Omar Ibn Said’s memoir is a monumental document to inspire an opera, not only because of what we can learn from Omar’s words, but also because of what we might further imagine of the early nineteenth century. When so little remains from the enslaved people in the United States, this memoir is vital to our ability to understand those who were systemically oppressed and silenced. In the opera, Omar is urged to “Tell your story,” a directive that is amplified through their operatic setting by Giddens and Abels. Blending musical styles and traversing the full range of the voice, Giddens and Abels interpret Omar’s words into a new work of art.
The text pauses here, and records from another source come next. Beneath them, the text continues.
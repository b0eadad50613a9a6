//! The process view of one screened reaction: what it does at the conditions it will run at.
//!
//! Pure functions over a [`Screened`] reaction and its [`ProcessConditions`]:
//! - equilibrium at the process temperature (K, log10 K, the direction of K with T, and the
//!   equilibrium conversion from a stoichiometric feed for ideal-gas / pure condensed systems);
//! - the heat budget (Q = −ΔrH(T_process) per mole, per kg and per batch, the adiabatic rise
//!   ΔT_ad, MTSR), the runaway criticality class and a severity rating;
//! - gas evolved, and the heat-release rate over the dosing time against the cooling capacity.
//!
//! Defaults for inputs the user left out are common practice, never physics: every default used
//! is written into [`CaseProcess::assumed`]. The safety temperatures (MTT, T_D24) are never
//! defaulted: without them the criticality class is "not assessed" and says what is missing.

use crate::formula::Phase;
use crate::screen::Screened;
use crate::species::{Origin, R};
use crate::thermo::{self, ThermoPoint, GRID_RANGE_K};
use crate::CAUTION;

/// Standard-state pressure of the bundled data and of every K the engine reports, bar. The NASA
/// polynomials (McBride, Gordon & Reno, NASA TM-4513) are for 1 bar.
pub const STANDARD_PRESSURE_BAR: f64 = 1.0;
/// Molar volume of an ideal gas at 273.15 K and 101.325 kPa, m³/mol: CODATA 2018 value
/// 22.413 969 54... × 10⁻³ m³/mol (exact, since R is exact); computed here as R·T/p.
pub const MOLAR_VOLUME_STP_M3_PER_MOL: f64 = R * 273.15 / 101_325.0;
/// 1 atm in bar (exact).
pub const ATMOSPHERE_BAR: f64 = 1.01325;

/// Default specific heat capacity of the reaction mass, kJ/(kg·K): the low end of the 1.8–2.0
/// usual for organic reaction masses (common practice; the low end gives the larger ΔT_ad).
pub const DEFAULT_CP_KJ_PER_KG_K: f64 = 1.8;
/// Default scale: 1 kmol of reaction (an arbitrary, round plant-scale batch).
pub const DEFAULT_SCALE_MOL: f64 = 1000.0;
/// Default process temperature, K (the standard temperature of the data).
pub const DEFAULT_PROCESS_TEMPERATURE_K: f64 = 298.15;
/// Default pressure, bar (atmospheric).
pub const DEFAULT_PRESSURE_BAR: f64 = ATMOSPHERE_BAR;
/// Default margin between a DSC onset and T_D24, K, when only the onset is given. Common practice
/// (the "100 K rule" for dynamic DSC onsets), no primary source verified; the larger of the
/// margins in use (50 K and 100 K), so the lower, more conservative T_D24.
pub const DEFAULT_DSC_MARGIN_K: f64 = 100.0;

/// Kelvin from degrees Celsius (the services accept `_c` columns).
pub fn celsius_to_kelvin(celsius: f64) -> f64 {
    celsius + 273.15
}

/// Degrees Celsius from kelvin.
pub fn kelvin_to_celsius(kelvin: f64) -> f64 {
    kelvin - 273.15
}

/// How much reaction one batch runs.
#[derive(Clone, Debug, PartialEq)]
pub enum Scale {
    /// Moles of reaction (extent, for the equation as balanced).
    MolOfReaction(f64),
    /// Kilograms of one product, named by its label as resolved (`CO2(g)`, `H2O(l)`).
    KgOfProduct { species: String, kg: f64 },
}

/// Batch: everything charged at the start (X_acc = 1). Semi-batch: one reactant dosed over the
/// dosing time, with a fraction X_acc of unreacted material accumulated at worst.
#[derive(Clone, Copy, Debug, PartialEq, Eq)]
pub enum Operation {
    Batch,
    SemiBatch,
}

/// Process conditions of one case. Every field is optional: a case's own values win over the
/// batch's ([`ProcessConditions::with_defaults`]), and the engine's common-practice defaults fill
/// the rest ([`evaluate`] lists each one it used).
#[derive(Clone, Debug, Default, PartialEq)]
pub struct ProcessConditions {
    /// Process temperature, K. Default 298.15 K.
    pub process_temperature_k: Option<f64>,
    /// Pressure, bar (absolute). Default 1.01325 bar.
    pub pressure_bar: Option<f64>,
    /// Default 1 kmol of reaction.
    pub scale: Option<Scale>,
    /// Reaction mass, kg. Default: the mass of the reactants at this scale (no solvent: the
    /// largest ΔT_ad).
    pub reaction_mass_kg: Option<f64>,
    /// Specific heat capacity of the reaction mass, kJ/(kg·K). Default 1.8.
    pub cp_kj_per_kg_k: Option<f64>,
    /// Default batch.
    pub operation: Option<Operation>,
    /// Dosing time, h (semi-batch), or the time over which the batch's heat is released.
    pub dosing_time_h: Option<f64>,
    /// Accumulated fraction X_acc of unreacted dosed material, 0..1 (semi-batch). Default 1.
    pub accumulation_fraction: Option<f64>,
    /// Maximum technical temperature MTT, K: the boiling point of the mass at the working
    /// pressure, or a set limit. Never defaulted.
    pub mtt_k: Option<f64>,
    /// T_D24, K: temperature at which the time to maximum rate of the decomposition under
    /// adiabatic conditions is 24 h. Never defaulted; may be derived from a DSC onset.
    pub t_d24_k: Option<f64>,
    /// DSC onset temperature of the decomposition, K; T_D24 ≈ onset − margin when T_D24 is absent.
    pub dsc_onset_k: Option<f64>,
    /// Margin between the DSC onset and T_D24, K. Default 100 K (only used with an onset).
    pub dsc_margin_k: Option<f64>,
    /// Coolant (jacket) temperature, K.
    pub coolant_temperature_k: Option<f64>,
    /// Overall heat-transfer coefficient times area of the cooled surface, W/K.
    pub ua_w_per_k: Option<f64>,
    /// Inert gas in the feed for the equilibrium conversion, mol per mol of reaction. Default 0.
    pub inert_gas_mol_per_mol_reaction: Option<f64>,
}
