/// Many small strings per case: mimalloc instead of the system allocator.
#[global_allocator]
static ALLOCATOR: mimalloc::MiMalloc = mimalloc::MiMalloc;
use clap::Parser;
use std::ffi::OsStr;
use std::path::{Path, PathBuf};
use std::process::{Child, Command, Stdio};
use std::time::{Duration, Instant};
use thermosieve_cli::input;
use thermosieve_engine::{species, Screener, TemperatureGrid};
use thermosieve_model::CaseInput;
use thermosieve_model::Table;
use thermosieve_proto::v1 as pb;
use thermosieve_proto::v1::screening_client::ScreeningClient;

#[derive(Parser, Debug)]
struct Args {
    /// Cases to screen (the demo batch repeated with fresh ids).
    #[arg(long, default_value_t = 1_000_000)]
    cases: usize,
    /// Worker processes (one engine thread each).
    #[arg(long, default_value_t = 2)]
    workers: usize,
    /// Cases per chunk (0: the front's default, 2000).
    #[arg(long, default_value_t = 0)]
    chunk_size: u32,
    /// The thermosieve binary (default: next to this one).
    #[arg(long)]
    thermosieve: Option<PathBuf>,
    /// Instead of the end-to-end run: time a worker's steps per chunk on one thread, in
    /// process (screening with rows, frames, Parquet encoding of each part).
    #[arg(long)]
    stages: bool,
    /// Instead of the service run: the embedded run (`thermosieve run`'s path, in this
    /// process, every table written) against the engine with the process view on the same
    /// threads, and the ratio.
    #[arg(long)]
    embedded: bool,
    /// Engine threads for `--embedded` (default: every core).
    #[arg(long)]
    threads: Option<usize>,
    /// Demo input to repeat.
    #[arg(long, default_value = "examples/nightly_screen.csv")]
    input: PathBuf,
}

struct Proc(Child);

impl Drop for Proc {
    fn drop(&mut self) {
        let _ = Command::new("kill").arg("-TERM").arg(self.0.id().to_string()).status();
        let _ = self.0.wait();
    }
}
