def layer_frames(result, display) -> dict[str, pd.DataFrame]:
    """Every layer of ``result`` (attributes and a ``geometry`` column in the
    working CRS), in :data:`GEOMETRY` order; cached per result and display."""
    key = display.system
    cached = _CACHE.setdefault(result, {})
    if key in cached:
        return cached[key]
    layers = {"route": route(result)}
    if result.grades is not None:
        layers["pipe_pieces"] = pipe_pieces(result)
        layers["pipe_pressure"] = pipe_pressure(result, layers["pipe_pieces"]["geometry"].to_numpy())
    if result.findings is not None:
        layers["findings_points"], layers["findings_lines"] = finding_frames(result, display)
    layers["stations"] = station_points(result, display)
    layers["crossings"] = crossing_points(result, display)
    if result.bends is not None:
        layers["fittings"] = fittings_points(result, display)
    if result.valves is not None:
        layers["valves"] = valve_points(result, display)
    if result.grades is not None:
        layers["offtakes"] = offtake_points(result, display)
    if result.points is not None:
        layers["high_low_points"] = high_low_points(result, display)
    order = [n for n in GEOMETRY if n in layers]
    cached[key] = {n: display.dual(layers[n]) for n in order}  # the geometry stays last
    return cached[key]


def output_crs(result):
    """The CRS the GeoPackage is written in: ``[output] crs``, else the centerline's."""
    import pyproj

    crs = result.project.output.crs
    return pyproj.CRS.from_user_input(crs) if crs else result.alignment.source_crs


def geodataframes(result, display, crs=None) -> dict:
    """:func:`layer_frames` as GeoDataFrames in ``crs`` (default :func:`output_crs`)."""
    import geopandas as gpd

    import pyproj

    target = output_crs(result) if crs is None else pyproj.CRS.from_user_input(crs)
    same = target.is_exact_same(pyproj.CRS.from_user_input(result.alignment.crs))
    out = {}
    for name, frame in layer_frames(result, display).items():  # frames shared, not copied
        gdf = gpd.GeoDataFrame(frame, geometry="geometry", crs=result.alignment.crs, copy=False)
        out[name] = gdf if same else gdf.to_crs(target)
    return out


#: Shapely's geometry type ids -> names (``GeoSeries.geom_type``).
GEOM_TYPES = ("Point", "LineString", "LinearRing", "Polygon", "MultiPoint", "MultiLineString",
              "MultiPolygon", "GeometryCollection")


def arrow_layer(gdf) -> tuple:
    """``(table, kinds)``: a layer's GeoDataFrame as the Arrow table that
    ``pyogrio.write_dataframe(..., use_arrow=True)`` builds to write it
    (geometry as WKB; object columns of mixed values as text, as it does),
    with ``route`` first where there is one, and the geometry types present.
    Columns that hold no value stay of Arrow's null type here, so that
    :func:`gisgrade.routes.merge_parts` gives each the type of the routes
    that have values, as one frame of every route would; :func:`for_gdal`
    makes what is left null text, as pyogrio does."""
    import pandas as pd
    import pyarrow as pa
    import shapely
    from geopandas.array import to_wkb

    geoms = gdf.geometry.values
    ids = np.unique(shapely.get_type_id(np.asarray(geoms)))
    kinds = tuple(sorted(GEOM_TYPES[i] for i in ids if i >= 0))
    arrays = {}
    for name in sorted(gdf.columns, key=lambda c: c != "route"):  # stable: "route" first
        if name == "geometry":  # each column as pyarrow's from_pandas converts it (much faster)
            arrays[name] = pa.array(to_wkb(geoms), from_pandas=True)
            continue
        column = gdf[name]
        if column.dtype == "object" and pd.api.types.infer_dtype(column) != "string":
            try:
                arrays[name] = pa.array(column, from_pandas=True)
                continue
            except pa.ArrowInvalid:
                column = column.astype("string")
        arrays[name] = pa.array(column, from_pandas=True)
    return pa.table(arrays), kinds


def for_gdal(table, kinds):
    """A layer's table (one route's, or every route's merged) as pyogrio
    hands it to GDAL: a field without a value anywhere as text (GDAL takes
    no null type), the geometry as binary, and single and multi geometries
    of one kind in one layer all as multi (what pyogrio does for a
    GeoPackage)."""
    import pyarrow as pa

    for i, f in enumerate(table.schema):
        if pa.types.is_null(f.type):
            table = table.set_column(i, pa.field(f.name, pa.string()), table[i].cast(pa.string()))
    if not (pa.types.is_binary(table.schema.field("geometry").type)
            or pa.types.is_large_binary(table.schema.field("geometry").type)):
        i = table.schema.get_field_index("geometry")
        table = table.set_column(i, pa.field("geometry", pa.binary()), table[i].cast(pa.binary()))
    single = {k for k in kinds if not k.startswith("Multi")}
    if len(kinds) == 2 and len(single) == 1 and f"Multi{next(iter(single))}" in kinds:
        table = _to_multi(table, next(iter(single)))
    return table


def _to_multi(table, single: str):
    """The ``single`` geometries of ``table`` as their multi kind (as pyogrio writes them)."""
    import pyarrow as pa
    import shapely

    geoms = shapely.from_wkb(table.column("geometry").to_numpy(zero_copy_only=False))
    make = {"Point": shapely.multipoints, "LineString": shapely.multilinestrings,
            "Polygon": shapely.multipolygons}[single]
    mask = shapely.get_type_id(geoms) == {"Point": 0, "LineString": 1, "Polygon": 3}[single]
    geoms[mask] = make(np.atleast_2d(geoms[mask]), axis=0)
    i = table.schema.get_field_index("geometry")
    return table.set_column(i, "geometry", pa.array(shapely.to_wkb(geoms), pa.binary()))


def write_gpkg_layer(path, name: str, table, kinds, crs, append: bool, description: str) -> None:
    """Write the Arrow ``table`` (:func:`arrow_layer`) as the layer ``name``
    of the GeoPackage ``path`` (a new file unless ``append``) in ``crs``:
    what ``pyogrio.write_dataframe`` writes of its frame, without the
    frame's trip through pandas' Arrow conversion (a fifth of the file's time
    on a long line)."""
    from pyogrio.raw import write_arrow

    epsg = crs.to_epsg() if crs is not None else None  # as pyogrio names a CRS
    write_arrow(for_gdal(table, kinds), str(path), layer=name, driver="GPKG",
                geometry_name="geometry", geometry_type=GEOMETRY[name], append=append,
                crs=None if crs is None else f"EPSG:{epsg}" if epsg else crs.to_wkt("WKT1_GDAL"),
                layer_metadata={"DESCRIPTION": description})


@contextlib.contextmanager
def unsynced_sqlite():
    """GDAL's SQLite writes (GeoPackage) without a disk sync after each
    transaction (``OGR_SQLITE_SYNCHRONOUS=OFF``), restored afterwards: the file
    is written into the folder being built, which replaces the result only
    when complete (:mod:`.atomic`), as every other output is; a quarter of the
    GeoPackage's time on a long line."""
    import pyogrio

    before = pyogrio.get_gdal_config_option("OGR_SQLITE_SYNCHRONOUS")
    pyogrio.set_gdal_config_options({"OGR_SQLITE_SYNCHRONOUS": "OFF"})
    try:
        yield
    finally:
        pyogrio.set_gdal_config_options({"OGR_SQLITE_SYNCHRONOUS": before})


@writer("layers.gpkg", layer=True)
def write_layers(result, folder: Path, display) -> None:
    from ..cautions import CAUTIONS

    path = folder / "layers.gpkg"
    with unsynced_sqlite():
        for i, (name, gdf) in enumerate(geodataframes(result, display).items()):
            table, kinds = arrow_layer(gdf)
            write_gpkg_layer(path, name, table, kinds, gdf.crs, i > 0,
                             f"gisgrade {name}. CAUTION: {CAUTIONS}")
To watch the opera then is to take a journey back through time and to listen to not just one voice, but rather a chorus of voices, sounding our shared American histories.
DISCUSS:
What other creative forms can memoirs serve as the source material for? How does the medium change your experience of the narrative or the characters? What artistic medium would you use to tell your story and why?
If you were to adapt a memoir to an opera, what memoir would you choose, and how would you re-imagine it for the stage?